== What to do ==
From the first line onward, reproduce the records exactly; the final line to include is the one holding "nz as u64)?;".

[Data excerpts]
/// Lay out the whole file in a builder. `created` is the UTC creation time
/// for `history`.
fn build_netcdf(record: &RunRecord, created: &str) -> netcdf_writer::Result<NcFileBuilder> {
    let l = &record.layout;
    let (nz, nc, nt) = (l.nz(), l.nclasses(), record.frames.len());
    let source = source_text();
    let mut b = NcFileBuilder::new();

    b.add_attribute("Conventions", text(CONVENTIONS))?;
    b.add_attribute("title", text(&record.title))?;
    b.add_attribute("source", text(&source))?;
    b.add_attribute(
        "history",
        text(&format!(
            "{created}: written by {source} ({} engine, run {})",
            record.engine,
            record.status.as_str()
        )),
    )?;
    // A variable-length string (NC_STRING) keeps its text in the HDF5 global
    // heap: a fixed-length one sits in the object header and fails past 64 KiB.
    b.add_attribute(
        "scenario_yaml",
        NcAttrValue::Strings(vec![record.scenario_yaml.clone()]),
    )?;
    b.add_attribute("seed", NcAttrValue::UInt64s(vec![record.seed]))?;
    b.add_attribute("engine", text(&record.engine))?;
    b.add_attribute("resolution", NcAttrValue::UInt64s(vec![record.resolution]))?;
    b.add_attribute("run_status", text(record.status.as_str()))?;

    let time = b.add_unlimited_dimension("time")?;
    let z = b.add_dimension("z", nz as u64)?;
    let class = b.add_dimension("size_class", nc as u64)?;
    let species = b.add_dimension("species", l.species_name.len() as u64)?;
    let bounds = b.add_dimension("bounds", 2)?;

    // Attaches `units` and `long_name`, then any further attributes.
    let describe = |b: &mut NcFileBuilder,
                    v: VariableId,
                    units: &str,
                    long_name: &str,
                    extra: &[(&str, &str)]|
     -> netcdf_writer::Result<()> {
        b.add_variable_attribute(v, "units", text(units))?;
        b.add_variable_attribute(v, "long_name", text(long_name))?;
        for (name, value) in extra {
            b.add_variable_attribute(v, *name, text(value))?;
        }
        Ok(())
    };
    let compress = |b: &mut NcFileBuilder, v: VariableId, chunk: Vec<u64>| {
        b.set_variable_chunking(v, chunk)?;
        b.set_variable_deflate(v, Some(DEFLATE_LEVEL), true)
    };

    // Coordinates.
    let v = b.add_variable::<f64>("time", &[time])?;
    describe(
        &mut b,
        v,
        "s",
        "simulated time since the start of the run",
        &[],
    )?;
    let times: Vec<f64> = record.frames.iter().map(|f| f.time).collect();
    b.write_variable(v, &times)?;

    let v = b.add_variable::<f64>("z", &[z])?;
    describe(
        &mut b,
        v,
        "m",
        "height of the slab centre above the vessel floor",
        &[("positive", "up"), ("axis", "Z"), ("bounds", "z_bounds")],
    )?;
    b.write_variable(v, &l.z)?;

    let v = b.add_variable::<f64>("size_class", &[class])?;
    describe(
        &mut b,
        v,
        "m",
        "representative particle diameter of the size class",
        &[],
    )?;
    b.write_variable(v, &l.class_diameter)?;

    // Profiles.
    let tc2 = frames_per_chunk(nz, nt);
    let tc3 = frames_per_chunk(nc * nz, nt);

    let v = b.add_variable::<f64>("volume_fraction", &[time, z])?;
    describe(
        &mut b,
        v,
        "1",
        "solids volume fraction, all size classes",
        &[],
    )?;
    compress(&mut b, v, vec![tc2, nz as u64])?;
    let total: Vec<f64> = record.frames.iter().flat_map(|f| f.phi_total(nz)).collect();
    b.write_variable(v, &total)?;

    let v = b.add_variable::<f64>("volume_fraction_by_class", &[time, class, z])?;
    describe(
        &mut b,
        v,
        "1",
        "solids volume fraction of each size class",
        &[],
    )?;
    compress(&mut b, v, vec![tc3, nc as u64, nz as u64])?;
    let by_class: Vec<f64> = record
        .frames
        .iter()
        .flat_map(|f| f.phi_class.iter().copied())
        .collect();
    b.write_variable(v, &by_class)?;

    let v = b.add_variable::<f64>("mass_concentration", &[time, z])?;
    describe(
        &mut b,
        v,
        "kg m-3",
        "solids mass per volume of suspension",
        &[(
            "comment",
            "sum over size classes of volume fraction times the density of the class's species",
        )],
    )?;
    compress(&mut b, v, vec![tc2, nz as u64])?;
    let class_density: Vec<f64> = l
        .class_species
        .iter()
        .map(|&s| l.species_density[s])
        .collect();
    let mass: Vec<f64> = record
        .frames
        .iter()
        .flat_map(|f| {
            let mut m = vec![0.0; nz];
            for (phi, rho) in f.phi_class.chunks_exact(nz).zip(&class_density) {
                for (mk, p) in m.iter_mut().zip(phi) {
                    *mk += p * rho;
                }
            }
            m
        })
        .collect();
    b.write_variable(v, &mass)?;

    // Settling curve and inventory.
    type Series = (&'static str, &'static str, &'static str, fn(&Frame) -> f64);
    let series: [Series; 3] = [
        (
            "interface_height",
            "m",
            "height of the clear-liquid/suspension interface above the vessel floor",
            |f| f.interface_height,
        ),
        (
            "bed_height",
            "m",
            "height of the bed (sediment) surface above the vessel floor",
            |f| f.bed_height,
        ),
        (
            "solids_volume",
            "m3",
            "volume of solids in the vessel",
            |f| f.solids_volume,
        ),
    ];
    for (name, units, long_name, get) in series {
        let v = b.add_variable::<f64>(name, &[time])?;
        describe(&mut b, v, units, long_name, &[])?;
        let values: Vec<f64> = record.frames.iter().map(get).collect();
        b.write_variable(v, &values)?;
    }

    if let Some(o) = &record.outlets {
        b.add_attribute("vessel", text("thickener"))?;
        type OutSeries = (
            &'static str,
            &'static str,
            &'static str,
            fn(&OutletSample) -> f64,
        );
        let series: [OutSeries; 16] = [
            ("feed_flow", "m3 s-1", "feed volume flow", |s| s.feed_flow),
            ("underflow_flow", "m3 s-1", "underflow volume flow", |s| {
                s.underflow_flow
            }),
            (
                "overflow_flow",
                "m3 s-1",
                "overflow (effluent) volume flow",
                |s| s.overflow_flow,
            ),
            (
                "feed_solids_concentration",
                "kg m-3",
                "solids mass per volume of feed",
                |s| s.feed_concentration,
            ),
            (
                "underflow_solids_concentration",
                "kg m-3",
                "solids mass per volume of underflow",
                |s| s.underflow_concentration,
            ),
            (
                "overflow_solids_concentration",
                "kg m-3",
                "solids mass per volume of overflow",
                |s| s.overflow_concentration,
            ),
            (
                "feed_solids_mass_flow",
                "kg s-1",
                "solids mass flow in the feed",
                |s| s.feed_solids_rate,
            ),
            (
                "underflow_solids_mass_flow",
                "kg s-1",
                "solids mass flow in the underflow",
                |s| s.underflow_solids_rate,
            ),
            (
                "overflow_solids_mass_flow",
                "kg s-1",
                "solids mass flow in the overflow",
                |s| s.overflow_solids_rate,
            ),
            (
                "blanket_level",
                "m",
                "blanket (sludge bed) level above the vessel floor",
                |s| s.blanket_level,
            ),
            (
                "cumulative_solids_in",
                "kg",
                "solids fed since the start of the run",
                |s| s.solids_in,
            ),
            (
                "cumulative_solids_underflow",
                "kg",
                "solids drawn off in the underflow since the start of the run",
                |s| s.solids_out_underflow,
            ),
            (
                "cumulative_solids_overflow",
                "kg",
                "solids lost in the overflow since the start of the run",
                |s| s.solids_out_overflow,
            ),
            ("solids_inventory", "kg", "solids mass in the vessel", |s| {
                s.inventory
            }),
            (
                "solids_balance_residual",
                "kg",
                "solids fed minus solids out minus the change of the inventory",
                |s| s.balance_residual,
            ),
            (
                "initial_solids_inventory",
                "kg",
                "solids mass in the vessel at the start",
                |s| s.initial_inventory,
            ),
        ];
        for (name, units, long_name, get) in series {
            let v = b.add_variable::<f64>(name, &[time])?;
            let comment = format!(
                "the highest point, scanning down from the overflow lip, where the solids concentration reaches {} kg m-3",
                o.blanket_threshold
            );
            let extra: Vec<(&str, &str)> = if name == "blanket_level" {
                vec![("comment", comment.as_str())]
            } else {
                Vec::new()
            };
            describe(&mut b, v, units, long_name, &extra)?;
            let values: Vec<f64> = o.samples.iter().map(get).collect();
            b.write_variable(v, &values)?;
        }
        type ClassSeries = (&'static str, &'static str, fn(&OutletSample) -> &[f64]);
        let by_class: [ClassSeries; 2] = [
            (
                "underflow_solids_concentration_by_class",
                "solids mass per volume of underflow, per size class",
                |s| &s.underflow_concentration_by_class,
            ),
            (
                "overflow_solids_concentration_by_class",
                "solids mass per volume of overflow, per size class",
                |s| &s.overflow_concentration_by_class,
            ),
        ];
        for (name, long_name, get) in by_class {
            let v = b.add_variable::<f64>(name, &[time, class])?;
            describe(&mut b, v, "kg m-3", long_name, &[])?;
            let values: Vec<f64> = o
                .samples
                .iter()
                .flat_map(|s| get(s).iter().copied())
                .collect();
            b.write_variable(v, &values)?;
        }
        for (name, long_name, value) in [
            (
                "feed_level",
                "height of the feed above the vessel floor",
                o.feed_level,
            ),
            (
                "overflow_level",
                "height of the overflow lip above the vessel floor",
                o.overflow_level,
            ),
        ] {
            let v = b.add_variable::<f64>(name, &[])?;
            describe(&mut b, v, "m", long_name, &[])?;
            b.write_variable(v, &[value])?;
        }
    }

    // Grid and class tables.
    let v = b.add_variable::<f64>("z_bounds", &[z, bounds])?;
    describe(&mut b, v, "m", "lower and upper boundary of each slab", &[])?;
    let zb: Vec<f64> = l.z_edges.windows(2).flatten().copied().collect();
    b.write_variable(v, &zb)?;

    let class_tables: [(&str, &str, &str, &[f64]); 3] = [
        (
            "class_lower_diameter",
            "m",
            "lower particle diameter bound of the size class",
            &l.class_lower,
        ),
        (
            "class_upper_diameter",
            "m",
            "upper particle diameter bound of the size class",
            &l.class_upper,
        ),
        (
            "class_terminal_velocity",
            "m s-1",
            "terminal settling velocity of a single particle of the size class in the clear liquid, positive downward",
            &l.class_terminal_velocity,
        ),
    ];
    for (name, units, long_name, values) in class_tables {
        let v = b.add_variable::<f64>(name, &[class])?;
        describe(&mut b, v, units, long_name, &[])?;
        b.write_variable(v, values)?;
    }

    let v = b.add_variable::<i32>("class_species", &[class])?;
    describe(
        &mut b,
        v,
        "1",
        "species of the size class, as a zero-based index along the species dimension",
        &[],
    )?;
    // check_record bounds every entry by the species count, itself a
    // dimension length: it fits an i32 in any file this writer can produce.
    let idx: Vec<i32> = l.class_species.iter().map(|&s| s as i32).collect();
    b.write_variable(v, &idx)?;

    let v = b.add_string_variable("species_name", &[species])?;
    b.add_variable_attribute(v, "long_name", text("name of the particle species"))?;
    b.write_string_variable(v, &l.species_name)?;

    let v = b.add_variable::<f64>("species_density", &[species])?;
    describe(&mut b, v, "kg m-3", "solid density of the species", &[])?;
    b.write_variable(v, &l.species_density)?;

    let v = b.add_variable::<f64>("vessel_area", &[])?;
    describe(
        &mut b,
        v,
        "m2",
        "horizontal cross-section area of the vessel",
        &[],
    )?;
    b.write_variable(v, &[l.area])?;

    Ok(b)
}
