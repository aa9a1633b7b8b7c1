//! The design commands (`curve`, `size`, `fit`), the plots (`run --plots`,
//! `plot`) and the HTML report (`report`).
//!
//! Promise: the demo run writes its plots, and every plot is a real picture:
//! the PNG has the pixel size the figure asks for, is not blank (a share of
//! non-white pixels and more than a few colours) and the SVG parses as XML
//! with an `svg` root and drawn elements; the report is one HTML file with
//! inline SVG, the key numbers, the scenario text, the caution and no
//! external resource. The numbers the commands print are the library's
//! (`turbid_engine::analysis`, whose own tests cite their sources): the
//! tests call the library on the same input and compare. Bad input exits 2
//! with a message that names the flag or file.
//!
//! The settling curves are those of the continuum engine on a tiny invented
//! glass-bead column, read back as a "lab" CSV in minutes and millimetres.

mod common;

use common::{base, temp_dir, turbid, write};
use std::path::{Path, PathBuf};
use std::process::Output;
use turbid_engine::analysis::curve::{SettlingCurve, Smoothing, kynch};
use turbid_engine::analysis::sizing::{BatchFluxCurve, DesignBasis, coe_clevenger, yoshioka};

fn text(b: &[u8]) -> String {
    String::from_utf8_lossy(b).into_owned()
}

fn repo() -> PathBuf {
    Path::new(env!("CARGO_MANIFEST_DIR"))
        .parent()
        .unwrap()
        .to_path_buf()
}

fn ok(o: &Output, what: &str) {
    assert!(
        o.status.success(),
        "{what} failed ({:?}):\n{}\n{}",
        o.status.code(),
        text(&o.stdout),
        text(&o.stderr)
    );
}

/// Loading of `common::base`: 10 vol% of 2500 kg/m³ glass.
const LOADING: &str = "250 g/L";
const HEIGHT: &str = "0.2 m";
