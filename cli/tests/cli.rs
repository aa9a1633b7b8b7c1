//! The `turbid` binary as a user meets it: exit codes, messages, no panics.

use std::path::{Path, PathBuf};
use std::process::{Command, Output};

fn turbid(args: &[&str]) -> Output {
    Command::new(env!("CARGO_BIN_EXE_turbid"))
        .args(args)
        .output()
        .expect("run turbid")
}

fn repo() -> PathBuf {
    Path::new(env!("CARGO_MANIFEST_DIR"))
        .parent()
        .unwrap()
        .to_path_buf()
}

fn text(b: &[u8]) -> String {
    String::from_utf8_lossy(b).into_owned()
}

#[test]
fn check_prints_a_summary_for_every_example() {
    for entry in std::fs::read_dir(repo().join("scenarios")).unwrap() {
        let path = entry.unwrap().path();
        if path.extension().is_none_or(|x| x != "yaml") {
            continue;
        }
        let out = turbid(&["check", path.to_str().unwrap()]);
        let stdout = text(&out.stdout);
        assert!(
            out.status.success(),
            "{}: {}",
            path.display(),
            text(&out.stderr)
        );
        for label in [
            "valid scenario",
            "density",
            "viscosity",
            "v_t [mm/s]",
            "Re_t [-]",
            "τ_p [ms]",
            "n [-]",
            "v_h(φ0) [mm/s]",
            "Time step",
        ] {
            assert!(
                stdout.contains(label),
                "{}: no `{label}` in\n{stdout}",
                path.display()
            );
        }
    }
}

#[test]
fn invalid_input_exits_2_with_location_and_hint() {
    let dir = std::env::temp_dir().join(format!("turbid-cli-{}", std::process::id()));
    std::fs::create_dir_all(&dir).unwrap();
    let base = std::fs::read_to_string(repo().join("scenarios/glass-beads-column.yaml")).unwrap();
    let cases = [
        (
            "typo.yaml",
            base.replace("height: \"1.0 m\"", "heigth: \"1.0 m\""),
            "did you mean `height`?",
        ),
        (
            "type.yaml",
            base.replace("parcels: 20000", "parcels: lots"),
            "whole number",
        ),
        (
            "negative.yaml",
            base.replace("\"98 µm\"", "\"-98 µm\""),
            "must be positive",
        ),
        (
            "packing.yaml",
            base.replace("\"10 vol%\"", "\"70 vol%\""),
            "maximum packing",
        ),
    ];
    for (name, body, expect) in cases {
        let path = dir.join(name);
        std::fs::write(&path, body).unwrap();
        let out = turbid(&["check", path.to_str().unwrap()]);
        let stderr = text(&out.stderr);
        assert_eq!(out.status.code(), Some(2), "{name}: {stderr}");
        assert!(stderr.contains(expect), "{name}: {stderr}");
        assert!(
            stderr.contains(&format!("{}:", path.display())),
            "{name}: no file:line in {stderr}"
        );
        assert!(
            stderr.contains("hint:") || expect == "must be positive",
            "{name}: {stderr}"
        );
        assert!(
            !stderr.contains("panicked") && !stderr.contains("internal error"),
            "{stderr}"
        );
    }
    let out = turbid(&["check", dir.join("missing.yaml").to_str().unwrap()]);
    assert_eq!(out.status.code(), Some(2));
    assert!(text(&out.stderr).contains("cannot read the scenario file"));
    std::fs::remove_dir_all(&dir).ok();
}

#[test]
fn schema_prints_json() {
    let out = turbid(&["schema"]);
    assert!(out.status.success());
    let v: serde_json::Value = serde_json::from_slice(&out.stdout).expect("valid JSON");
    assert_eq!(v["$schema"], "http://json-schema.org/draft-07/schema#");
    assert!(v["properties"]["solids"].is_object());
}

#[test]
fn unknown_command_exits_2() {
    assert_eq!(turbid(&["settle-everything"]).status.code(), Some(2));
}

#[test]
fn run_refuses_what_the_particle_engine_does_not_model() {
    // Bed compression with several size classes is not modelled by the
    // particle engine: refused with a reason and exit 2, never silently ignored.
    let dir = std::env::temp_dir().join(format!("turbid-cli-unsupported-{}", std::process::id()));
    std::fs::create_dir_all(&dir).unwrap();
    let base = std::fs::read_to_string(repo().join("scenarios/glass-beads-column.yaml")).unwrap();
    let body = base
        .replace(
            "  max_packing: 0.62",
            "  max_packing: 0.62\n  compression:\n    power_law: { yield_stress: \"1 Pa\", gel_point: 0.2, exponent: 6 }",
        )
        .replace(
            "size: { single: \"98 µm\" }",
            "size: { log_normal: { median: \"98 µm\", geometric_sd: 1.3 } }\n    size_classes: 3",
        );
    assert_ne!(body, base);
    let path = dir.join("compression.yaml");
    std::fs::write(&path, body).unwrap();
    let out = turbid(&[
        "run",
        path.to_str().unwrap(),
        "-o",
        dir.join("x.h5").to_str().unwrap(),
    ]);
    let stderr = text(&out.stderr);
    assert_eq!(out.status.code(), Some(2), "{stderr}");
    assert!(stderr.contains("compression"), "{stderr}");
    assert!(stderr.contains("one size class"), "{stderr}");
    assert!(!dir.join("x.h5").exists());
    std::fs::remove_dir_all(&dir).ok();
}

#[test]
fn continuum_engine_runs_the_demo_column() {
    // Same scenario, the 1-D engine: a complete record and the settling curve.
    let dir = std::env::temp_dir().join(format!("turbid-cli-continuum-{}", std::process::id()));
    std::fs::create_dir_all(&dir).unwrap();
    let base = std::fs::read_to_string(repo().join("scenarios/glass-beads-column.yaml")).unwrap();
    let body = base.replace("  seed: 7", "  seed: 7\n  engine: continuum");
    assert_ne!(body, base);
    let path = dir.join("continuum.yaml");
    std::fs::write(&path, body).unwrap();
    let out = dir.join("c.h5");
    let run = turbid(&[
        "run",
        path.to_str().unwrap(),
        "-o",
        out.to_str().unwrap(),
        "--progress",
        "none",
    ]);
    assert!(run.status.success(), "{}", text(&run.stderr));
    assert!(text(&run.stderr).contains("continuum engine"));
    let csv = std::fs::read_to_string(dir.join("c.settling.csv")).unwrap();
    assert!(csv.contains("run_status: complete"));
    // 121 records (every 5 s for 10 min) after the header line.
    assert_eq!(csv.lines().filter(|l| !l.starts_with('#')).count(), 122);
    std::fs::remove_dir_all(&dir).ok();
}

== Answer to this task ==
/// Lay out the whole file in a builder. `created` is the UTC creation time
/// for `history`.
fn build_netcdf(record: &RunRecord, created: &str) -> netcdf_writer::Result<NcFileBuilder> {
    let l = &record.layout;
    let (nz, nc, nt) = (l.nz(), l.nclasses(), record.frames.len());
    let source = source_text();
    let mut b = NcFileBuilder::new();

    b.add_attribute("Conventions", text(CONVENTIONS))?;
    b.add_attribute("title", text(&record.title))?;
    b.add_attribute("source", text(&source))?;
    b.add_attribute(
        "history",
        text(&format!(
            "{created}: written by {source} ({} engine, run {})",
            record.engine,
            record.status.as_str()
        )),
    )?;
    // A variable-length string (NC_STRING) keeps its text in the HDF5 global
    // heap: a fixed-length one sits in the object header and fails past 64 KiB.
    b.add_attribute(
        "scenario_yaml",
        NcAttrValue::Strings(vec![record.scenario_yaml.clone()]),
    )?;
    b.add_attribute("seed", NcAttrValue::UInt64s(vec![record.seed]))?;
    b.add_attribute("engine", text(&record.engine))?;
    b.add_attribute("resolution", NcAttrValue::UInt64s(vec![record.resolution]))?;
    b.add_attribute("run_status", text(record.status.as_str()))?;

    let time = b.add_unlimited_dimension("time")?;
    let z = b.add_dimension("z", nz as u64)?;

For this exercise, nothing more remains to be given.